EXERCISE DESCRIPTION
Using the material below, return exactly the lines between the one holding "it is still" and the one holding "old, finished one.", inclusive, and no others.

DATA FOR ANALYSIS
'''
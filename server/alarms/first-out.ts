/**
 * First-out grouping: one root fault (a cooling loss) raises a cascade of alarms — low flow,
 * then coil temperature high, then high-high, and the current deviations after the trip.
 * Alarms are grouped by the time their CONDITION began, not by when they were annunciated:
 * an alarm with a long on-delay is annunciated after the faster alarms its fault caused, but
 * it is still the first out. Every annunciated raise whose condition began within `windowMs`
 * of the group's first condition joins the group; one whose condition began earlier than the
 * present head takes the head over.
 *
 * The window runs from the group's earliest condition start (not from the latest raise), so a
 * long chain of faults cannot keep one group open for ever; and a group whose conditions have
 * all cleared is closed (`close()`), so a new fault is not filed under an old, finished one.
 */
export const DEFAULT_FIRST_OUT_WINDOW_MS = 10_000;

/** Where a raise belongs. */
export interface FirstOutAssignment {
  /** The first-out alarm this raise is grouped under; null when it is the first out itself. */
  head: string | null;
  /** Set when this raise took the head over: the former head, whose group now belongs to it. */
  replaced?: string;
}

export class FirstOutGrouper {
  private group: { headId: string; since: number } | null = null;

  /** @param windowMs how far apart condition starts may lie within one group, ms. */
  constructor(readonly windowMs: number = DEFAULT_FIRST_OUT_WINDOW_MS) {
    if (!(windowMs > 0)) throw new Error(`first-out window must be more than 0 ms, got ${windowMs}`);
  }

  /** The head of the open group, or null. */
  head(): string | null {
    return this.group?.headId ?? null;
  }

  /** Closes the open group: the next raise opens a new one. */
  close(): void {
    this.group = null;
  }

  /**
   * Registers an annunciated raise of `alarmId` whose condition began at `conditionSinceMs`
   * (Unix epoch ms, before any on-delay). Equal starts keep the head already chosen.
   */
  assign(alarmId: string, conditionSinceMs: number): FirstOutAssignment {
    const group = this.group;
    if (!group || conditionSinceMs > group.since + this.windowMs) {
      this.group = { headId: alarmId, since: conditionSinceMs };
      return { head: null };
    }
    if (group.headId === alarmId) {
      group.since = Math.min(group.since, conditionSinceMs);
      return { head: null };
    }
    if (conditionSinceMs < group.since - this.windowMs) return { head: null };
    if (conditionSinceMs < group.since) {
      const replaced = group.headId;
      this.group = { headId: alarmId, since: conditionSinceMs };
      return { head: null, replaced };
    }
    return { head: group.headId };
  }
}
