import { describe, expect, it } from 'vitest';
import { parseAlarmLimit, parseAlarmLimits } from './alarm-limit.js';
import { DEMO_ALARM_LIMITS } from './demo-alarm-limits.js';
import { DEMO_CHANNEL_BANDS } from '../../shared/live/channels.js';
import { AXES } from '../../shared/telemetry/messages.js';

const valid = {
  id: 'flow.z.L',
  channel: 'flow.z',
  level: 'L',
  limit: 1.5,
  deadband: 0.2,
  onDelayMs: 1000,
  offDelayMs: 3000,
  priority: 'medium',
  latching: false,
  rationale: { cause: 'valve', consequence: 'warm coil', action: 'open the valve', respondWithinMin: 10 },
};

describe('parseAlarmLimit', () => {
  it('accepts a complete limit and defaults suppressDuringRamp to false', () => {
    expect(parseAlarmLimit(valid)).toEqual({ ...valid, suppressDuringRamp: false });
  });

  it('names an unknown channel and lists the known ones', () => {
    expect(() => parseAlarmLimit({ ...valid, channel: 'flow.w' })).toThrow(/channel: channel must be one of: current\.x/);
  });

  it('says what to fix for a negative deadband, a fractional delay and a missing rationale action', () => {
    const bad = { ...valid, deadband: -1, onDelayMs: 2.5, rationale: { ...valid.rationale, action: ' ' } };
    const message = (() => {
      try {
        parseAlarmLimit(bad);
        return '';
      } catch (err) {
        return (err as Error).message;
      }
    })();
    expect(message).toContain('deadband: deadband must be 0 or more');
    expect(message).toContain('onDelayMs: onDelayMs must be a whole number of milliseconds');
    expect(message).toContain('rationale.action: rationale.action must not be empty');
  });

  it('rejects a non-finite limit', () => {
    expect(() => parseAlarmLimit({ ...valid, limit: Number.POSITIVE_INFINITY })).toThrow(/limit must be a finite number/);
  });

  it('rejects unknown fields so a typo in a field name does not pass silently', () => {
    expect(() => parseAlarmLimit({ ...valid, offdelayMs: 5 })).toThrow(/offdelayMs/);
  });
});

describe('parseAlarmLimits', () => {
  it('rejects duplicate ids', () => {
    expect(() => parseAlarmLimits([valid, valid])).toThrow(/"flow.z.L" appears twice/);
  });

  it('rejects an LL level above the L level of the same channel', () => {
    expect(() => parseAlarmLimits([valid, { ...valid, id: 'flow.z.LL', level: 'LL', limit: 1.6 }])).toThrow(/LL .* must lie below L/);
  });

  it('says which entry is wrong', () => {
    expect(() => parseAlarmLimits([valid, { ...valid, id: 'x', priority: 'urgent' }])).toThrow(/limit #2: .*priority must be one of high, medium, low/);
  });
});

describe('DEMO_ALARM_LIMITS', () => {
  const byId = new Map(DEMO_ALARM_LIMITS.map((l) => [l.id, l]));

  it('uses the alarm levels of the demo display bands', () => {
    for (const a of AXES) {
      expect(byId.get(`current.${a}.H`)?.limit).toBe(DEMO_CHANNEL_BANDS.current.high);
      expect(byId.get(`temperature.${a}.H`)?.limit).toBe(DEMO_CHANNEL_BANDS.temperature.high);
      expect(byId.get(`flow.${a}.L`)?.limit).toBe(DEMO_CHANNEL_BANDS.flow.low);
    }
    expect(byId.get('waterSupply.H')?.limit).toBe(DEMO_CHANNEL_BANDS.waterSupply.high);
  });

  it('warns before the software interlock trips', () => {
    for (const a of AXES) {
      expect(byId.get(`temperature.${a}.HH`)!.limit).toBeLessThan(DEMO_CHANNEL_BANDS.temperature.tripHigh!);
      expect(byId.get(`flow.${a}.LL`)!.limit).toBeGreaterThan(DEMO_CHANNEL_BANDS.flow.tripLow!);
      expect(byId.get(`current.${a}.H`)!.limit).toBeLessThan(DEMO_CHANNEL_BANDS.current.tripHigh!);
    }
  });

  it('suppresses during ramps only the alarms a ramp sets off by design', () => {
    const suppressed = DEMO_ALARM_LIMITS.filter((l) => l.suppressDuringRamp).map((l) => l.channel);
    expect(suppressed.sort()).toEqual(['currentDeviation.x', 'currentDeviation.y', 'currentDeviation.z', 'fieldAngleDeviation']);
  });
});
'''
RESPONSE FOR THIS EXERCISE
 * it is still the first out. Every annunciated raise whose condition began within `windowMs`
 * of the group's first condition joins the group; one whose condition began earlier than the
 * present head takes the head over.
 *
 * The window runs from the group's earliest condition start (not from the latest raise), so a
 * long chain of faults cannot keep one group open for ever; and a group whose conditions have
 * all cleared is closed (`close()`), so a new fault is not filed under an old, finished one.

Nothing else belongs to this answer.